→ **What is needed**:
Each line that includes "number" must be copied from the records.

→ **Given records**:
@pytest.mark.parametrize(
    "text, line, match",
    [
        (HEADER + "# sourc: x\n" + COLUMNS + GOOD_ROWS, 7, "unknown header key 'sourc'"),
        (HEADER.replace("# flux_unit: m-2 yr-1\n", "") + COLUMNS + GOOD_ROWS, 1,
         "missing header line.*flux_unit"),
        (HEADER.replace("m-2 yr-1", "cm-2 yr-1") + COLUMNS + GOOD_ROWS, 5,
         "flux_unit must be one of m-2 yr-1, m-2 s-1"),
        (HEADER.replace("cross_section", "sphere") + COLUMNS + GOOD_ROWS, 4,
         "area_convention must be one of"),
        (HEADER.replace("orbital", "inertial") + COLUMNS + GOOD_ROWS, 3, "frame must be one of"),
        (HEADER.replace("2.7", "-2.7") + COLUMNS + GOOD_ROWS, 6, "projectile_density must be "
                                                                  "positive"),
        (HEADER + "# source: again\n" + COLUMNS + GOOD_ROWS, 7, "given twice"),
        (HEADER + COLUMNS + ROW.format(d=0.1, f=1e-5) + ROW.format(d=1.0, f=1e-3), 9,
         "rises from 1e-05 at 0.1 cm .*must not increase with diameter"),
        (HEADER + COLUMNS + ROW.format(d=0.1, f=-1e-3) + ROW.format(d=1.0, f=0), 8,
         "cumulative_flux must be >= 0"),
        (HEADER + COLUMNS + ROW.format(d=0.1, f="nan") + ROW.format(d=1.0, f=0), 8,
         "cumulative_flux must be a finite number"),
        (HEADER + COLUMNS + ROW.format(d=0.0, f=1e-3) + ROW.format(d=1.0, f=0), 8,
         "diameter_cm must be positive"),
        (HEADER + COLUMNS + ROW.format(d="x", f=1e-3) + ROW.format(d=1.0, f=0), 8,
         "diameter_cm must be a number"),
        (HEADER + COLUMNS + GOOD_ROWS + "5, 0, 10, 0.1, 1e-3\n", 10,
         r"cell \(azimuth_deg 5, elevation_deg 0, speed_km_s 10\) "
         r"has no row for diameter\(s\) 1 cm"),
        (HEADER + COLUMNS + GOOD_ROWS + ROW.format(d=1.0, f=1e-5), 10, "gives diameter 1 cm twice"),
        (HEADER + COLUMNS + "400, 0, 10, 0.1, 1e-3\n400, 0, 10, 1.0, 0\n", 8,
         "azimuth_deg must be in"),
        (HEADER + COLUMNS + "0, 95, 10, 0.1, 1e-3\n0, 95, 10, 1.0, 0\n", 8,
         "elevation_deg must be in"),
        (HEADER + COLUMNS + "0, 0, 0, 0.1, 1e-3\n0, 0, 0, 1.0, 0\n", 8,
         "speed_km_s must be positive"),
        (HEADER + "x, y, z, speed_km_s, diameter_cm, cumulative_flux\n1.2, 0, 0, 9, 0.1, 1e-3\n",
         8, "unit vector .*got norm 1.2"),
        (HEADER + "azimuth, elevation, speed, d, flux\n" + GOOD_ROWS, 7, "columns must be"),
        (HEADER + COLUMNS + "0, 0, 10, 0.1\n", 8, "expected 5 values"),
        (HEADER + COLUMNS + ROW.format(d=0.1, f=1e-3), 8, "at least two diameters"),
        (HEADER + COLUMNS, 7, "no data rows"),
        (HEADER + GOOD_ROWS, 7, "data row before the column header"),
        (HEADER + "# speed_km_s: 10\n" + COLUMNS + GOOD_ROWS, 7, "only for isotropic tables"),
        (HEADER + "# directionality: isotropic\ndiameter_cm, cumulative_flux\n0.1, 1\n1, 0\n", 8,
         "needs its speed"),
        (HEADER + "# directionality: isotropic\ndiameter_cm, cumulative_flux\n0.1, 1\n1, 0\n"
         "speed_km_s, fraction\n10, 0.5\n20, 0.4\n", 11, "fractions must sum to 1"),
        (HEADER + COLUMNS + GOOD_ROWS + "speed_km_s, fraction\n10, 1\n", 10,
         "a directional table has one column header"),
    ],
)
def test_reader_errors_name_file_line_and_fix(tmp_path, text, line, match):
    path = write(tmp_path, text)
    with pytest.raises(FormatError, match=match) as error:
        load_environment_table(path)
    message = str(error.value)
    assert message.startswith(f"{path}:{line}: "), message
    assert "\n" not in message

→ **Answer box**:
         "cumulative_flux must be a finite number"),
         "diameter_cm must be a number"),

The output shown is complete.